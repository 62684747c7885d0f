import type { Me } from '@shared/session';
import { t } from './text.js';

export interface Room {
  readonly path: string;
  readonly name: string;
}

/** The rooms somebody may enter, by what they may do. */
export function roomsOf(me: Me): Room[] {
  if (me.roles.includes('customer')) {
    return [
      { path: '/portal', name: t('portalHome') },
      { path: '/portal/machines', name: t('portal') },
    ];
  }
  const may = (permission: Me['permissions'][number]) => me.permissions.includes(permission);
  return [
    { path: '/floor', name: t('floor'), open: true },
    { path: '/counter', name: t('counter'), open: may('jobs.book') },
    { path: '/bay', name: t('bay'), open: may('records.write') },
    { path: '/accounts', name: t('accounts'), open: may('quotes.read') },
    { path: '/insight', name: t('insight'), open: may('insight.read') },
    { path: '/shop', name: t('shop'), open: may('limits.read') },
  ].filter((room) => room.open);
}

const STAFF_PLACES = new Set(['floor', 'counter', 'bay', 'accounts', 'shop', 'jobs', 'records']);

/** Whether a page is for this side of the counter: customers have the portal, the shop has the rest. */
export function isOpenTo(me: Me, pathname: string): boolean {
  const place = pathname.split('/')[1] ?? '';
  return me.roles.includes('customer') ? !STAFF_PLACES.has(place) : place !== 'portal';
}

/** Where somebody starts the day. */
export function homeOf(me: Me): string {
  if (me.roles.includes('customer')) return '/portal';
  if (me.roles.includes('manager')) return '/floor';
  if (me.roles.includes('technician')) return '/bay';
  if (me.roles.includes('office')) return '/accounts';
  return '/counter';
}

> [Task objective]
From the first line to the last, reproduce the data exactly.

> [Exercise output]
repository 62684747c7885d0f
import type { Me } from '@shared/session';
import { t } from './text.js';

export interface Room {
  readonly path: string;
  readonly name: string;
}

/** The rooms somebody may enter, by what they may do. */
export function roomsOf(me: Me): Room[] {
  if (me.roles.includes('customer')) {
    return [
      { path: '/portal', name: t('portalHome') },
      { path: '/portal/machines', name: t('portal') },
    ];
  }
  const may = (permission: Me['permissions'][number]) => me.permissions.includes(permission);
  return [
    { path: '/floor', name: t('floor'), open: true },
    { path: '/counter', name: t('counter'), open: may('jobs.book') },
    { path: '/bay', name: t('bay'), open: may('records.write') },
    { path: '/accounts', name: t('accounts'), open: may('quotes.read') },
    { path: '/insight', name: t('insight'), open: may('insight.read') },
    { path: '/shop', name: t('shop'), open: may('limits.read') },
  ].filter((room) => room.open);
}

const STAFF_PLACES = new Set(['floor', 'counter', 'bay', 'accounts', 'shop', 'jobs', 'records']);

/** Whether a page is for this side of the counter: customers have the portal, the shop has the rest. */
export function isOpenTo(me: Me, pathname: string): boolean {
  const place = pathname.split('/')[1] ?? '';
  return me.roles.includes('customer') ? !STAFF_PLACES.has(place) : place !== 'portal';
}

/** Where somebody starts the day. */
export function homeOf(me: Me): string {
  if (me.roles.includes('customer')) return '/portal';
  if (me.roles.includes('manager')) return '/floor';
  if (me.roles.includes('technician')) return '/bay';
  if (me.roles.includes('office')) return '/accounts';
  return '/counter';
}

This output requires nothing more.